I don’t get it

Only three more beers, and I’m done.


It would have been two, but I got into an engaging discussion about Milton, Wordsworth, and Keats on the break. The band I went to see was The Schwag, a band that a few people I know had recommended as being great. I suppose they are, if you’re into the Grateful Dead. I’m not. I’ve been trying to “get” this whole thing for nearly twenty years. I had a roommate way back when who was a deadhead. My Blake prof was a deadhead. I’m not a deadhead. I suppose, if anything, I’m a livehead. So, I had to give it another try, same songs, live, another time around. I think I’ve developed a theory, though.

The Grateful Dead must be postmodern, because there is absolutely no center to their music; if one develops, it rapidly shifts to another place and the listener is forced to follow. Or do they? I’m the veteran of at least 10,000 or more live music events. In the ones I remember best, the crowd responds to the music. Often, you can trace the ripples that rip through the crowd with each chord, each sound, each feeling. It’s magic. Sometimes, the music hovers in mid-air, and a crowd just wanders, waiting for it to land, hopeful that the music will last. There is a noticeable change when the music stops. Sometimes, jaws drop, and people stand transfixed at a particularly magical moment. Tonight I noticed that it didn’t seem to matter how good or bad the band was playing (there were moments of both). People just were locked into their own little universe, some of them following the music, some of them just wagging their heads so that other people would think they were “getting it.” I can’t lie. I don’t get it.

Maybe it requires a higher tolerance for boredom. Maybe it requires better drugs. I had a good buzz going on, so I thought it might help. It didn’t. The music killed my buzz right away, actually. It just became a social project. Lots of tie-die. Lots of good looking girls, all smiling friendly. I can see why people might want to lie and say that the music was great, just to hang out with the girls. But really, I just can’t hack it. I noticed that there was no center to the experience, just lots of circles of people too young to really have much of a clue about who the Grateful Dead were, gyrating in imitations of things they’ve probably seen. A few old folks wandering around, with obviously better drugs than I had. But it just seemed to be a social thing that had very little to do with what was being played on stage.

I remember seeing Rat Dog a year or so ago, thinking that there weren’t enough drugs on the planet to make the music seem interesting to me. But the crowd, well, that’s another story. That’s why I went to this thing tonight. Fortunately, there was a distraction: thinking about what being an English major means.

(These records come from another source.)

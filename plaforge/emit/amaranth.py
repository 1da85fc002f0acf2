"""Amaranth components from a Table and the Cover or LutNetwork that realizes it.

Ports come from the table's buses, named by :func:`plaforge.core.names.ports_of` (the mapping is listed in each
generated file's docstring). Style ``sop`` (from a :class:`plaforge.core.cube.Cover`) writes each distinct product
term once, as a named internal signal, and each output as the OR of its terms, complemented where the cover realizes
the output inverted. Style ``lut`` (from a :class:`plaforge.core.network.LutNetwork`) writes each LUT as a constant of
``2**k`` bits (its INIT) indexed by the concatenation of its fan-ins, the first fan-in as the least significant bit
(the INIT convention of docs/conventions.md).

:func:`module_source` writes a stand-alone, human-readable Python file (laid out as the ruff formatter would at line
length 88, and clean under ``ruff check``) from the artifact's :class:`plaforge.emit.plan.LogicPlan`.
:func:`build_component` returns the component in-process by running that same text, so the two cannot differ.

The file also carries what it realizes as data (``PLAFORGE_ARTIFACT``, :func:`plaforge.core.serial.artifact_lines`)
for readers and tools; ``plaforge check`` does not trust it: it proves the component's own logic.

With ``registered``, every output is instead a register in Amaranth's ``sync`` domain loaded from that same logic
(``m.d.sync``), so the outputs follow the inputs one clock cycle later; see :data:`plaforge.emit.plan.REGISTERED_NOTE`
for what the file says about it and :mod:`plaforge.verify.sat` for how ``plaforge check`` proves such a module.

``elaborate`` calls helper methods of at most :data:`STATEMENTS_PER_METHOD` statements each, which keeps
elaboration fast (see there); the signals they share are lists (``t[k]`` named ``tk``, ``n[k]`` named as the LUT).
"""

from __future__ import annotations

import textwrap
from collections.abc import Sequence
from typing import Any

from ..core.caution import caution
from ..core.cube import Cover
from ..core.names import GENERATED_FILE_NAMES, Port, class_name_for, identifier
from ..core.network import LutNetwork, init_hex
from ..core.serial import artifact_lines
from ..core.table import Table
from ..verify.component import instantiate, load_source
from .layout import LINE_LENGTH, Call, Chain, Node, layout, py_string, seq_lines
from .plan import REGISTERED_NOTE, LogicPlan, Ref, check_clock_ports, plan_for

__all__ = ["OR_CHAIN_LIMIT", "STATEMENTS_PER_METHOD", "build_component", "module_source"]


def _bit_ref(port: Port, b: int) -> str:
    """Source text reaching bit ``b`` of ``port`` inside ``elaborate``."""
    return f"self.{port.name}" if port.scalar else f"self.{port.name}[{b}]"


def _in_ref(plan: LogicPlan, i: int) -> str:
    for p in plan.ports:
        if p.direction == "in" and i in p.members:
            return _bit_ref(p, p.members.index(i))
    raise AssertionError(f"input {i} has no port")  # pragma: no cover - ports_of covers every input


def _out_ref(plan: LogicPlan, j: int) -> str:
    for p in plan.ports:
        if p.direction == "out" and j in p.members:
            return _bit_ref(p, p.members.index(j))
    raise AssertionError(f"output {j} has no port")  # pragma: no cover


def _literals(plan: LogicPlan, care: int, value: int) -> list[str]:
    lits = []
    m = care
    while m:
        low = m & -m
        i = low.bit_length() - 1
        lits.append(_in_ref(plan, i) if value & low else "~" + _in_ref(plan, i))
        m ^= low
    return lits


def _comb(target: str, expr: Node, module: str = "m", domain: str = "comb") -> list[str]:
    return layout(Call(f"{target}.eq", (expr,)), 8, f"{module}.d.{domain} += ", "")


OR_CHAIN_LIMIT = 16
"""Outputs of more terms are written ``Cat(t0, t1, ...).any()``: an ``|`` chain nests one operator per term, and
Amaranth's tools recurse through that nesting (hundreds of terms would exceed Python's recursion limit)."""


def _or(terms: Sequence[str]) -> Node:
    if len(terms) > OR_CHAIN_LIMIT:
        return Call("Cat", tuple(terms), ".any()")
    return terms[0] if len(terms) == 1 else Chain("|", tuple(terms))


STATEMENTS_PER_METHOD = 200
"""Statements per helper method of ``elaborate``. Amaranth records the source line of every statement it is given,
and on Python 3.11 finding a line costs time in proportion to the size of the function it is in; one method for a
cover of a thousand terms took ten times longer to elaborate than the same statements in methods of this size."""


def _sop_groups(plan: LogicPlan, table: Table, out: str = "comb") -> tuple[list[list[str]], list[list[str]]]:
    """Statements (as lines, each a group of one statement) of the product terms and of the outputs (driven in
    domain ``out``)."""
    terms: list[list[str]] = []
    for k, (care, value) in enumerate(plan.nodes):
        feeds = [table.output_names[j] for j, (ts, _) in enumerate(plan.outputs) if k in ts]
        lits = _literals(plan, care, value)
        expr: Node = lits[0] if len(lits) == 1 else Chain("&", tuple(lits))
        terms.append([f"        # t{k} feeds {', '.join(feeds)}"[:LINE_LENGTH].rstrip(), *_comb(f"t[{k}]", expr, "terms")])
    outs: list[list[str]] = []
    for j, (ts, inverted) in enumerate(plan.outputs):
        target = _out_ref(plan, j)
        names = [f"t[{k}]" for k in ts]
        if not names:  # a constant output (see LogicPlan)
            outs.append(_comb(target, "1" if inverted else "0", domain=out))
        elif inverted:
            outs.append([f"        inv{j} = Signal()  # {table.output_names[j]} is realized in complement"[
                :LINE_LENGTH].rstrip(), *_comb(f"inv{j}", _or(names)), *_comb(target, f"~inv{j}", domain=out)])
        else:
            outs.append(_comb(target, _or(names), domain=out))
    return terms, outs


def _lut_groups(plan: LogicPlan, out: str = "comb") -> tuple[list[list[str]], list[list[str]]]:
    """Statements of the LUTs and of the outputs (LUT ``k`` is ``n[k]``; outputs driven in domain ``out``)."""

    def ref_text(r: Ref) -> str:
        kind, v = r
        if kind == "in":
            return _in_ref(plan, v)
        if kind == "node":
            return f"n[{v}]"
        return f"Const({v}, 1)"

    nodes = [_comb(f"n[{k}]", Call("lut", (init_hex(init, len(fanins)), *(ref_text(r) for r in fanins))), "m")
             for k, (_, fanins, init) in enumerate(plan.nodes)]
    outs = [_comb(_out_ref(plan, j), str(r[1]) if r[0] == "const" else ref_text(r), domain=out)
            for j, r in enumerate(plan.outputs)]
    return nodes, outs


def _methods(name: str, groups: list[list[str]], params: str, doc: str) -> tuple[list[str], list[str]]:
    """Helper methods holding ``groups`` (at most :data:`STATEMENTS_PER_METHOD` each), and the lines calling them."""
    chunks = [groups[k : k + STATEMENTS_PER_METHOD] for k in range(0, len(groups), STATEMENTS_PER_METHOD)]
    calls: list[str] = []
    defs: list[str] = []
    for c, chunk in enumerate(chunks):
        method = name if len(chunks) == 1 else f"{name}_{c + 1}"
        calls.append(f"        self.{method}({params})")
        defs += ["", f"    def {method}(self, {params}):", f'        """{doc}"""'[:LINE_LENGTH]]
        defs += [line for group in chunk for line in group]
    return calls, defs


def _class_body(plan: LogicPlan, table: Table, registered: bool = False) -> list[str]:
    """``elaborate`` and its helper methods."""
    lines = ["    def elaborate(self, platform):", "        m = Module()"]
    domain = "sync" if registered else "comb"
    if plan.style == "sop":
        terms, outs = _sop_groups(plan, table, domain)
        calls, defs = [], []
        if terms:
            lines += [
                "        # Product terms, t[k] named tk, each shared by the outputs listed with it. They sit",
                "        # in a submodule of their own so that a simulator settles them in one pass before",
                "        # the outputs (in one module it would evaluate everything twice per change).",
                "        m.submodules.terms = terms = Module()",
                f'        t = [Signal(name=f"t{{k}}") for k in range({len(terms)})]',
            ]
            calls, defs = _methods("_product_terms", terms, "terms, t", "Product terms: each the AND of its literals.")
        o_calls, o_defs = _methods("_outputs", outs, "m, t" if terms else "m",
                                   "Outputs: the OR of their product terms (Cat(...).any() when many)."
                                   if not registered else "Output registers, each loaded with the OR of its terms.")
    else:
        nodes, outs = _lut_groups(plan, domain)
        calls, defs = [], []
        if nodes:
            names = [py_string(local) for local, _, _ in plan.nodes]
            lines.append("        # LUTs: n[k] is LUT k (its name below); INIT indexed by the fan-ins, the first")
            lines.append("        # fan-in as the least significant bit.")
            lines += seq_lines("names = ", names, 8)
            lines.append("        n = [Signal(name=name) for name in names]")
            calls, defs = _methods("_luts", nodes, "m, n", "LUTs, each a constant INIT indexed by its fan-ins.")
        o_calls, o_defs = _methods("_outputs", outs, "m, n" if nodes else "m",
                                   "Output registers, each loaded from its driver." if registered else "Outputs.")
    if registered:
        o_calls = ["        # Outputs: registers in the sync domain (clock clk, reset rst), loaded at every",
                   "        # rising clock edge: they follow the inputs one clock cycle later.", *o_calls]
    return lines + calls + o_calls + ["        return m"] + defs + o_defs


def _docstring(plan: LogicPlan, table: Table, class_name: str, source_name: str, source_digest: str,
               registered: bool = False) -> list[str]:
    src = source_name or table.source or "an unnamed table"
    lines = [
        f'"""{class_name}: {"registered" if registered else "combinational"} logic generated by plaforge from {src}.',
        "",
        f"Source: {src}",
        f"SHA-256: {source_digest or 'not recorded'}",
        f"Realizes: {plan.summary}.",
        "Check it against the spec, output by output, with: plaforge check SPEC THIS_FILE.py",
        "(it proves the logic of this component on every point, from its gate netlist).",
        "",
        "Ports (spec name -> port; bit i of a bus port is spec bit name[i]):",
    ]
    for p in plan.ports:
        kind = f"{'In' if p.direction == 'in' else 'Out'}({p.width})"
        spec = p.spec_name if p.scalar else f"{p.spec_name}[0..{p.width - 1}]"
        lines.append(f"    {spec} -> {p.name}: {kind}")
    if registered:
        lines += ["", *textwrap.wrap(REGISTERED_NOTE, LINE_LENGTH)]
    lines += ["", *textwrap.wrap(caution(registered), LINE_LENGTH),
              "Don't-care points take whatever value the realization gives them.", '"""']
    return [ln.replace("\\", "/").replace('"""', "'''") if 0 < k < len(lines) - 1 else ln
            for k, ln in enumerate(lines)]


def module_source(
    table: Table,
    artifact: Cover | LutNetwork,
    *,
    source_name: str = "",
    source_digest: str = "",
    class_name: str | None = None,
    registered: bool = False,
) -> str:
    """A stand-alone Python file defining one Amaranth component that realizes ``artifact``.

    Parameters
    ----------
    table : Table
        The spec; gives the ports (its buses) and their names.
    artifact : Cover or LutNetwork
        A Cover gives style ``sop``, a LutNetwork style ``lut``. Its names must equal the table's.
    source_name, source_digest : str
        Spec file name and SHA-256 hex digest, quoted in the docstring.
    class_name : str, optional
        The component's class name; derived from ``source_name`` when omitted (see
        :func:`plaforge.core.names.class_name_for`).
    registered : bool
        Drive every output from a register in Amaranth's ``sync`` domain, loaded from the combinational logic at
        every rising clock edge (:data:`REGISTERED_NOTE`); the component then has the domain's ``clk`` and ``rst``.

    Returns
    -------
    str
        The file text: deterministic (no dates), laid out as the ruff formatter would at line length 88.

    Raises
    ------
    ArtifactError
        If the artifact's names differ from the table's, or a LUT network is not well formed.
    ValueError
        If ``class_name`` is not an identifier the file can use (one :func:`plaforge.core.names.identifier` leaves
        as it is).
    PlaforgeError
        If ``registered`` and the spec has a port named ``clk`` or ``rst`` (:func:`plaforge.emit.plan.check_clock_ports`).
    """
    plan = plan_for(table, artifact)
    if registered:
        check_clock_ports(plan.ports)
    name = class_name if class_name is not None else class_name_for(source_name or table.source)
    if identifier(name, GENERATED_FILE_NAMES) != name:
        raise ValueError(f"class name {name!r} is not usable; give a Python identifier such as 'AddressDecoder'")
    many = plan.style == "sop" and any(len(ts) > OR_CHAIN_LIMIT for ts, _ in plan.outputs)
    names = ["Module", "Signal"] + (["Cat", "Const"] if plan.style == "lut" else ["Cat"] if many else [])
    lines = _docstring(plan, table, name, source_name, source_digest, registered)
    lines += ["", f"from amaranth.hdl import {', '.join(sorted(names))}", "from amaranth.lib import wiring",
              "from amaranth.lib.wiring import In, Out", "", f'__all__ = ["{name}"]', ""]
    lines.append("# What this module realizes, as data for readers and tools (a check proves the logic itself): JSON")
    lines.append("# header, then one line per " + ("cover row (inputs, outputs as in PLA)." if plan.style == "sop"
                                                   else "LUT (INIT as hex, first fan-in least significant)."))
    lines += seq_lines("PLAFORGE_ARTIFACT = ", [py_string(x) for x in artifact_lines(artifact)])
    if plan.style == "lut":
        lines += [
            "",
            "",
            "def lut(init, *fanins):",
            '    """A LUT: bit j of ``init`` is the output when the fan-ins, first one as bit 0, read j."""',
            "    return Const(init, 1 << len(fanins)).bit_select(Cat(*fanins), 1)",
        ]
    lines += ["", "", f"class {name}(wiring.Component):",
              f'    """Realizes {_doc_src(source_name or table.source)} (see the module docstring)."""', ""]
    for p in plan.ports:
        lines.append(f"    {p.name}: {'In' if p.direction == 'in' else 'Out'}({p.width})")
    lines.append("")
    lines += _class_body(plan, table, registered)
    return "\n".join(lines) + "\n"


def _doc_src(s: str) -> str:
    s = (s or "an unnamed table").replace("\\", "/").replace('"', "'")
    return s


def build_component(table: Table, artifact: Cover | LutNetwork, *, class_name: str | None = None,
                    registered: bool = False) -> Any:
    """The component :func:`module_source` writes, built in-process (the same text, run without a file).

    Parameters
    ----------
    table : Table
    artifact : Cover or LutNetwork
        What to realize; :func:`plaforge.flow.realize` makes one from a table and a style.
    class_name : str, optional
        As for :func:`module_source`.
    registered : bool
        As for :func:`module_source`.

    Returns
    -------
    amaranth.lib.wiring.Component
        With the ports of :func:`plaforge.core.names.ports_of`.

    Examples
    --------
    Inside your own ``elaborate``::

        decoder = build_component(table, realize(table, "sop"))
        m.submodules.decoder = decoder
        m.d.comb += decoder.addr.eq(self.bus.addr)
    """
    source = module_source(table, artifact, class_name=class_name, registered=registered)
    where = f"<component for {table.source or 'a table'}>"
    return instantiate(load_source(source, where), where)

I remember well a teacher telling me that English majors were smarter than other people. I resisted the idea at first, but after a long time on this road I think he’s right. If you really begin to understand what some of these folks in literature were on about, it can literally change your mind in a way that no other subject does. It pulls everything together, and explodes it at the same time.

The guys I was talking to were about to enter a seminar on Lyrical Ballads and Songs of Innocence and Experience. I remember what those books meant to me when I first really got them. It was a rush; I feel so envious that they are about to cross into the same territory. I realize that’s why I stick with this literature nonsense. No matter how many things I’ve read, I find something new to explode my head with every other day. It feels good when you “get it.” What I can’t get is why so many people who seem to have otherwise good taste see in the music of the Grateful Dead. It just wanders around, occasionally lies down, and seldom seems like more than an extended out of tune nap. I jut don’t get it at all. But I keep trying. I mean, these people aren’t stupid. Maybe I am.